_EXERCISE AIM_. Look below for the line that has "14, status: 'approved'". Set down the lines from there through the line that has "items = [...items].sort((a, b)", exactly as written.

_RECORDS SHOWN_.
○ ○ ○ ○

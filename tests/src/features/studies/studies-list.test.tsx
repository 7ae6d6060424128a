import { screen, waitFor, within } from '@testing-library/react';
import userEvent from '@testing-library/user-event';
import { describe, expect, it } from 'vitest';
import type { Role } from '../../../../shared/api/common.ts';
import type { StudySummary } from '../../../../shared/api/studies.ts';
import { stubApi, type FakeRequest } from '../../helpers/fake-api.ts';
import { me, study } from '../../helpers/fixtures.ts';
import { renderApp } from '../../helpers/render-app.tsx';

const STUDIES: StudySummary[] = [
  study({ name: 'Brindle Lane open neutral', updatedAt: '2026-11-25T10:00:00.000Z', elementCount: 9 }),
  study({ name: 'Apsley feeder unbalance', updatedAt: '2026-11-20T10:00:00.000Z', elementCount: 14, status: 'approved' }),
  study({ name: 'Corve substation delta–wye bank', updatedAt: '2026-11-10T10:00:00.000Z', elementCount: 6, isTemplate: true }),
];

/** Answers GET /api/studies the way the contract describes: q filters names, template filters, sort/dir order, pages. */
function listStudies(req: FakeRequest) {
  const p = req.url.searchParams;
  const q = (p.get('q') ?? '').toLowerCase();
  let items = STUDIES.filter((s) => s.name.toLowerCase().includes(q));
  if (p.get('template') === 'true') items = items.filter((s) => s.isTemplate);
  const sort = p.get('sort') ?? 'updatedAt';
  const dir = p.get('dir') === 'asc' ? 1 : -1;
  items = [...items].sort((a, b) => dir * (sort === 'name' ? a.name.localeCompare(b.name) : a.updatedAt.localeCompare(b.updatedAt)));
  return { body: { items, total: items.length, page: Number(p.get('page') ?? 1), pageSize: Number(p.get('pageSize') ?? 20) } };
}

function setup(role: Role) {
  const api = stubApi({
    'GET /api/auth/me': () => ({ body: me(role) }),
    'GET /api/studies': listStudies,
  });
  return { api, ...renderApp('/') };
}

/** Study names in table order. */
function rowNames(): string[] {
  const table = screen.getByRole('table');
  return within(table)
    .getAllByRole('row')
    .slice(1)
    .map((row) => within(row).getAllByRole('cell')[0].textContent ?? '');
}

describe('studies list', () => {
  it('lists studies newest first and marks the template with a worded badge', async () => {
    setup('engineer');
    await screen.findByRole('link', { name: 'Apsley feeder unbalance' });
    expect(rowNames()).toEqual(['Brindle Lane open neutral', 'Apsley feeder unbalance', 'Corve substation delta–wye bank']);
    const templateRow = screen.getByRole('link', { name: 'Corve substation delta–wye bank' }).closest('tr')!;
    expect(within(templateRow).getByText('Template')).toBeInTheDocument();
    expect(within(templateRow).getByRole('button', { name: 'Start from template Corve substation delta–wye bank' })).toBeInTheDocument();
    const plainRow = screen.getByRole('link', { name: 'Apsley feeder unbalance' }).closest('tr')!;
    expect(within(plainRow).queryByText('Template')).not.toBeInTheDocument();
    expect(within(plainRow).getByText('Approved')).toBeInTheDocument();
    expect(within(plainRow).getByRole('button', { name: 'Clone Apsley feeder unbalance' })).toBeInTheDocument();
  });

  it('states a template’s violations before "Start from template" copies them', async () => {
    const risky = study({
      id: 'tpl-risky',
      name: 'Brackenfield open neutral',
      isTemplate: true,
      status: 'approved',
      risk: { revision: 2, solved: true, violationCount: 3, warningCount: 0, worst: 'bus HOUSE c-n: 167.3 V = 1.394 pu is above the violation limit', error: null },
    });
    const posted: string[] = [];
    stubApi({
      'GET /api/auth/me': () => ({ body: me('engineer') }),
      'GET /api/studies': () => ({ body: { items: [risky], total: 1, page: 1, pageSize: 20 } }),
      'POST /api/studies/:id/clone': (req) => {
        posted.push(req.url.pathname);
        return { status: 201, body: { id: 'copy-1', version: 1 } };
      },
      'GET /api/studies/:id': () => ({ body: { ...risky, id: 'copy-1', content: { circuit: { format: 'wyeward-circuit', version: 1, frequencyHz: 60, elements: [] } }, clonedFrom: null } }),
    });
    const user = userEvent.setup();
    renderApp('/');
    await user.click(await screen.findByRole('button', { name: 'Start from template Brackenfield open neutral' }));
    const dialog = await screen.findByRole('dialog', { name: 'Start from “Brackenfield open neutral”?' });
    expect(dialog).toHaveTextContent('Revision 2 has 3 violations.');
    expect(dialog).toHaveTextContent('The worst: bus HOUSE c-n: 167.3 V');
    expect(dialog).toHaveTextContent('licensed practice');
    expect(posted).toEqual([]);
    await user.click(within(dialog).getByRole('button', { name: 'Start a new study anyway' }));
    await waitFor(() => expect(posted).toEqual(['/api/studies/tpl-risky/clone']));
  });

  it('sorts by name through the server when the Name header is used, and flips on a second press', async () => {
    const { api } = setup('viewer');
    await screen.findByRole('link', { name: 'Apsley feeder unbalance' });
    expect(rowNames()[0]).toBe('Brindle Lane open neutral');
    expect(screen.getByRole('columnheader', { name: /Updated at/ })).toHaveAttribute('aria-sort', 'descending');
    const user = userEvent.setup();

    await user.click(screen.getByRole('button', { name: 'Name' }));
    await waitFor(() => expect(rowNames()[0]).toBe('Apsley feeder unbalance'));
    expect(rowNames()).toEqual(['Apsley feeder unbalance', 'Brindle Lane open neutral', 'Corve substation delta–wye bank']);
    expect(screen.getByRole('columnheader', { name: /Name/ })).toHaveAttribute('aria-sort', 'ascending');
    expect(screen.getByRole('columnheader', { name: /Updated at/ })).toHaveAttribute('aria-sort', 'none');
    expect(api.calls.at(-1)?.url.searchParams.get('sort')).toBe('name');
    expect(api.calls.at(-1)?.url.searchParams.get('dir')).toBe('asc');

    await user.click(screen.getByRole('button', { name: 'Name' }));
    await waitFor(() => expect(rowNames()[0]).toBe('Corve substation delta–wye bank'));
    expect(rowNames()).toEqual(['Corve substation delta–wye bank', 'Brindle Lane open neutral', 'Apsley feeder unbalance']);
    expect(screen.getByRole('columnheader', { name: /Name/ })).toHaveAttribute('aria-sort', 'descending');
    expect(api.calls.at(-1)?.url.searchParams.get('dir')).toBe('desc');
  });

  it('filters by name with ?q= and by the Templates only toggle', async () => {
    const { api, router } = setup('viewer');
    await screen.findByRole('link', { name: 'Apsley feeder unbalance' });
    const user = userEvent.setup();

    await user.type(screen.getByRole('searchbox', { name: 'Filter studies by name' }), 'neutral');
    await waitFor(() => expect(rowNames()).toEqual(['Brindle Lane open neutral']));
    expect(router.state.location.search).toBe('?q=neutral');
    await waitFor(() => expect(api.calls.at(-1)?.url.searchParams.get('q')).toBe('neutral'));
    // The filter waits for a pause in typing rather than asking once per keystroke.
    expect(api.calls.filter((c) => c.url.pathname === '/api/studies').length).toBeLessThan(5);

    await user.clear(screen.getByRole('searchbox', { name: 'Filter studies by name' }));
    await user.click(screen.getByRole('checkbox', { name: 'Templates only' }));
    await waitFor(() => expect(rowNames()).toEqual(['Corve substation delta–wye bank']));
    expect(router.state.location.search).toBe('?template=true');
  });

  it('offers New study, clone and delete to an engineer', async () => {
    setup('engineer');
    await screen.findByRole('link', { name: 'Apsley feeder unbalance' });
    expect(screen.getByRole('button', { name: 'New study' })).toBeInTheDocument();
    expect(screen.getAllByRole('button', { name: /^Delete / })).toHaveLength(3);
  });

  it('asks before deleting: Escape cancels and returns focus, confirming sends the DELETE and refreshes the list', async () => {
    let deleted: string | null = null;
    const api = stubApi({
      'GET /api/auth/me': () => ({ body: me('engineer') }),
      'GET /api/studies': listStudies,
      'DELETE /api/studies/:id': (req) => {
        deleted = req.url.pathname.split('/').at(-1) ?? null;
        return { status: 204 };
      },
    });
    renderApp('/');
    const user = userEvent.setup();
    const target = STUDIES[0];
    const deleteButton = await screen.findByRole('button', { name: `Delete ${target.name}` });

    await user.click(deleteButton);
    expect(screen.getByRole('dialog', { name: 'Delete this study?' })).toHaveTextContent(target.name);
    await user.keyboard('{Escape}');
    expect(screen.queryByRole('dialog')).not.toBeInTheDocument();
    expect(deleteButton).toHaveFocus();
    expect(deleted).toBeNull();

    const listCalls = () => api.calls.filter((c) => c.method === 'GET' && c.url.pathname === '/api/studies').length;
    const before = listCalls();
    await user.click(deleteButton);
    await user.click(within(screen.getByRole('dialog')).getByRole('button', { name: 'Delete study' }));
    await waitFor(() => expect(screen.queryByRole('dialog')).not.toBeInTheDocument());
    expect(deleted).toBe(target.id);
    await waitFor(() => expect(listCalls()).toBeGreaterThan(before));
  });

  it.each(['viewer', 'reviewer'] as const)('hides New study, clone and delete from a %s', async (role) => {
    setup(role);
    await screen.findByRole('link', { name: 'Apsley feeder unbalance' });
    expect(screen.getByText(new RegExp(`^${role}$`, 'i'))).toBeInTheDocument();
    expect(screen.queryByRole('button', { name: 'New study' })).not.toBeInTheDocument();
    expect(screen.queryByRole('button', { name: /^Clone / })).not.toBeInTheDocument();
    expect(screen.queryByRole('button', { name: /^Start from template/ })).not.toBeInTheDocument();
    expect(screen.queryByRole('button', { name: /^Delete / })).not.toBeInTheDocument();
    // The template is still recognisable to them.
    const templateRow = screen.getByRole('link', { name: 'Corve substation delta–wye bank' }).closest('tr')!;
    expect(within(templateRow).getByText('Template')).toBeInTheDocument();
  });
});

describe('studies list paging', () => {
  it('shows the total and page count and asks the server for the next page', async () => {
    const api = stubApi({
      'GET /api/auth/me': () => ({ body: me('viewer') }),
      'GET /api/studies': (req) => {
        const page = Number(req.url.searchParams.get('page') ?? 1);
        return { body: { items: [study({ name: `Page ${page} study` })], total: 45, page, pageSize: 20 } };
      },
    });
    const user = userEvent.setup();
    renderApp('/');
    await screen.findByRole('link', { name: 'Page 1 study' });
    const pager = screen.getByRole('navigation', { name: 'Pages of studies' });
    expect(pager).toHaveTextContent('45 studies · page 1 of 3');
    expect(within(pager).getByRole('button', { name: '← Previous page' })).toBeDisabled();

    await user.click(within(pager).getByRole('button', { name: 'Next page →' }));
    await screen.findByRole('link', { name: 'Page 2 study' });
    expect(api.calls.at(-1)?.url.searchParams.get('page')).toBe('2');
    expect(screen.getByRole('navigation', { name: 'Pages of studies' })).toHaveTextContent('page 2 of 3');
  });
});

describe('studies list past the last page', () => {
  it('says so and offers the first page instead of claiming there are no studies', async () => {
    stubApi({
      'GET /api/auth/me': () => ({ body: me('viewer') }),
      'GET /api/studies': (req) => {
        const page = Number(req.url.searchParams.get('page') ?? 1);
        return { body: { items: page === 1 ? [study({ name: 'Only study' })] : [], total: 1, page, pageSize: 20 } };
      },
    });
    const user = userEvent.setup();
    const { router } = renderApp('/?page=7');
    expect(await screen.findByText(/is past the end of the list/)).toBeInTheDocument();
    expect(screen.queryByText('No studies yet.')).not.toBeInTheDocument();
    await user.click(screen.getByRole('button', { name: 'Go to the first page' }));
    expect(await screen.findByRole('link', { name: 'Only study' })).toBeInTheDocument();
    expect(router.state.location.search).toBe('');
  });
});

○ ○ ○ ○

_WORKED SOLUTION_.
  study({ name: 'Apsley feeder unbalance', updatedAt: '2026-11-20T10:00:00.000Z', elementCount: 14, status: 'approved' }),
  study({ name: 'Corve substation delta–wye bank', updatedAt: '2026-11-10T10:00:00.000Z', elementCount: 6, isTemplate: true }),
];

/** Answers GET /api/studies the way the contract describes: q filters names, template filters, sort/dir order, pages. */
function listStudies(req: FakeRequest) {
  const p = req.url.searchParams;
  const q = (p.get('q') ?? '').toLowerCase();
  let items = STUDIES.filter((s) => s.name.toLowerCase().includes(q));
  if (p.get('template') === 'true') items = items.filter((s) => s.isTemplate);
  const sort = p.get('sort') ?? 'updatedAt';
  const dir = p.get('dir') === 'asc' ? 1 : -1;
  items = [...items].sort((a, b) => dir * (sort === 'name' ? a.name.localeCompare(b.name) : a.updatedAt.localeCompare(b.updatedAt)));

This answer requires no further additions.